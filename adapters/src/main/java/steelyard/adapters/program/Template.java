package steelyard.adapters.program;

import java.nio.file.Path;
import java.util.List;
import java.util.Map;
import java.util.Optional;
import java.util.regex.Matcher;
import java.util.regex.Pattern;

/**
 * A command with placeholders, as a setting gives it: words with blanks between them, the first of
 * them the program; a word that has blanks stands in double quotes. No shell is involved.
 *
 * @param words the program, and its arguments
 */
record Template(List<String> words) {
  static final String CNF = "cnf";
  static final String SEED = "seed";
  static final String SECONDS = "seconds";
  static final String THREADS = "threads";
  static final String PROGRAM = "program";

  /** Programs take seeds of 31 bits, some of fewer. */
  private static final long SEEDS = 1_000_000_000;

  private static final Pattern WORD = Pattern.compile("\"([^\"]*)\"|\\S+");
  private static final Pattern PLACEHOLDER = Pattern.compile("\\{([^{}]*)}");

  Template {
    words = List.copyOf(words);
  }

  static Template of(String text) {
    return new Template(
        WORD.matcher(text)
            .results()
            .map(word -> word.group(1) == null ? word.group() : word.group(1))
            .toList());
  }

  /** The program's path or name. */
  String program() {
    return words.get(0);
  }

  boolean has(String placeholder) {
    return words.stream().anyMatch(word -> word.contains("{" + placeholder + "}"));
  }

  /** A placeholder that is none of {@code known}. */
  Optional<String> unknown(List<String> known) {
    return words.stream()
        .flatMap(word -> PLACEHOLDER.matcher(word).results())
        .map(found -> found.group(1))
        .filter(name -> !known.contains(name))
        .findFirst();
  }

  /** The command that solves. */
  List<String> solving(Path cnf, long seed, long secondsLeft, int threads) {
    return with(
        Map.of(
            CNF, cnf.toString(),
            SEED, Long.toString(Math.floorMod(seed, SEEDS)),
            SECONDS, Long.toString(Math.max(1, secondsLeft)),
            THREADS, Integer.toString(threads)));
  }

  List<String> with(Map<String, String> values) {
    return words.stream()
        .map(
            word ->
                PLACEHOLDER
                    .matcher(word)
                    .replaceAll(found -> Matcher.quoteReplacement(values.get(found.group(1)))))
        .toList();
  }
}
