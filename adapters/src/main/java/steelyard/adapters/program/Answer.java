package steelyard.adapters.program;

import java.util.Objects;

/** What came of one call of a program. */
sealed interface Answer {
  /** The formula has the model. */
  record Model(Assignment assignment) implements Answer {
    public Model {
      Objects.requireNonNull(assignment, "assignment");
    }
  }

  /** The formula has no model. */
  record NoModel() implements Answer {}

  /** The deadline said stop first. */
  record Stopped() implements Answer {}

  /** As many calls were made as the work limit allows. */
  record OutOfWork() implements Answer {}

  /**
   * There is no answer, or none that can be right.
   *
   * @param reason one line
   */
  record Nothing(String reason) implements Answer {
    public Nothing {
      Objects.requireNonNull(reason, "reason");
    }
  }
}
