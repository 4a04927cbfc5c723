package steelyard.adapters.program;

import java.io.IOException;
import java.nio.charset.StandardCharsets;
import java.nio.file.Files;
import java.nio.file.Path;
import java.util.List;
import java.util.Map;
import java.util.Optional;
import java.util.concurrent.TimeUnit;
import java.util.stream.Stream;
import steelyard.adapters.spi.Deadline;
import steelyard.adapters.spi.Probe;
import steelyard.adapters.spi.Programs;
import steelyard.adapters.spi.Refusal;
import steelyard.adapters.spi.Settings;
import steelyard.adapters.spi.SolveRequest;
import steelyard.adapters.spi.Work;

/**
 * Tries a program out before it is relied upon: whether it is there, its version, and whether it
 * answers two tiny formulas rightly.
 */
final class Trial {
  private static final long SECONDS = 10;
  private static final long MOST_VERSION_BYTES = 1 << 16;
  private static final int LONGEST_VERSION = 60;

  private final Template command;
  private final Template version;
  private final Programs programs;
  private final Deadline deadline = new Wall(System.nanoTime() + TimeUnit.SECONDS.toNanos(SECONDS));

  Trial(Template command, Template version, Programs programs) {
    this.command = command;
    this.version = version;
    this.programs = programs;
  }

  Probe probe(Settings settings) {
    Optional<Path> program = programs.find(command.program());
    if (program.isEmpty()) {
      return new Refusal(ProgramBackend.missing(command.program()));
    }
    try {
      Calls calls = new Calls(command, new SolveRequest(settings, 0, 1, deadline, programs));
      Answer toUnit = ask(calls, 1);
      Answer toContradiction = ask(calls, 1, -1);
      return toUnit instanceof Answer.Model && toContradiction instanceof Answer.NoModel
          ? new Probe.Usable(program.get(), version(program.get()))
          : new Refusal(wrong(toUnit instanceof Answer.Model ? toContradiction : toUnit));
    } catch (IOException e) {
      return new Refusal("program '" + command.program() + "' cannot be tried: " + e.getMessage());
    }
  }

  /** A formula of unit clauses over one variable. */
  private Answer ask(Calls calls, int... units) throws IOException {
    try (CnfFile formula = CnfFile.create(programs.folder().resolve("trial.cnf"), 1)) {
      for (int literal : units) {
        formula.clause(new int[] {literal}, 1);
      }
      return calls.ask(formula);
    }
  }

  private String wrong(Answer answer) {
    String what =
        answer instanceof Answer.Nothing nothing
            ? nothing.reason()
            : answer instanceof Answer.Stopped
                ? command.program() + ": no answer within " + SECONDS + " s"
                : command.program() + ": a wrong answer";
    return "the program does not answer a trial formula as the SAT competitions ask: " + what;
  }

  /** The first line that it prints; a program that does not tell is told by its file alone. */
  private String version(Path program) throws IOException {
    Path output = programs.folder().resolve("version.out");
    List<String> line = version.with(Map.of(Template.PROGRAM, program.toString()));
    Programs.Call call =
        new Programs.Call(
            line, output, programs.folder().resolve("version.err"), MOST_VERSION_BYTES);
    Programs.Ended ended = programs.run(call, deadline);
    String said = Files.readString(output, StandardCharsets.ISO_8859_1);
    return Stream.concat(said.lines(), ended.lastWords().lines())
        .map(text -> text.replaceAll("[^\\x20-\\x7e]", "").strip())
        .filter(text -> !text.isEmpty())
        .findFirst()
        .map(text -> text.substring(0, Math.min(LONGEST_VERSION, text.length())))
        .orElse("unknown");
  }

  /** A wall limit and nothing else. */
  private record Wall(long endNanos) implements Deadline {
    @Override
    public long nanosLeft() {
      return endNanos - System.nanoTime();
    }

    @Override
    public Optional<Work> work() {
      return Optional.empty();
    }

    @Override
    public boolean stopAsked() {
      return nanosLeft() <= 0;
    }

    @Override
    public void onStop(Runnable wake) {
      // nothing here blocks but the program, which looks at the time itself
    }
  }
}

_____

◆ **Work task**:
Say only the number of lines of the data above in which the string "secondsLeft" occurs.

◆ **Solution to this problem**:
2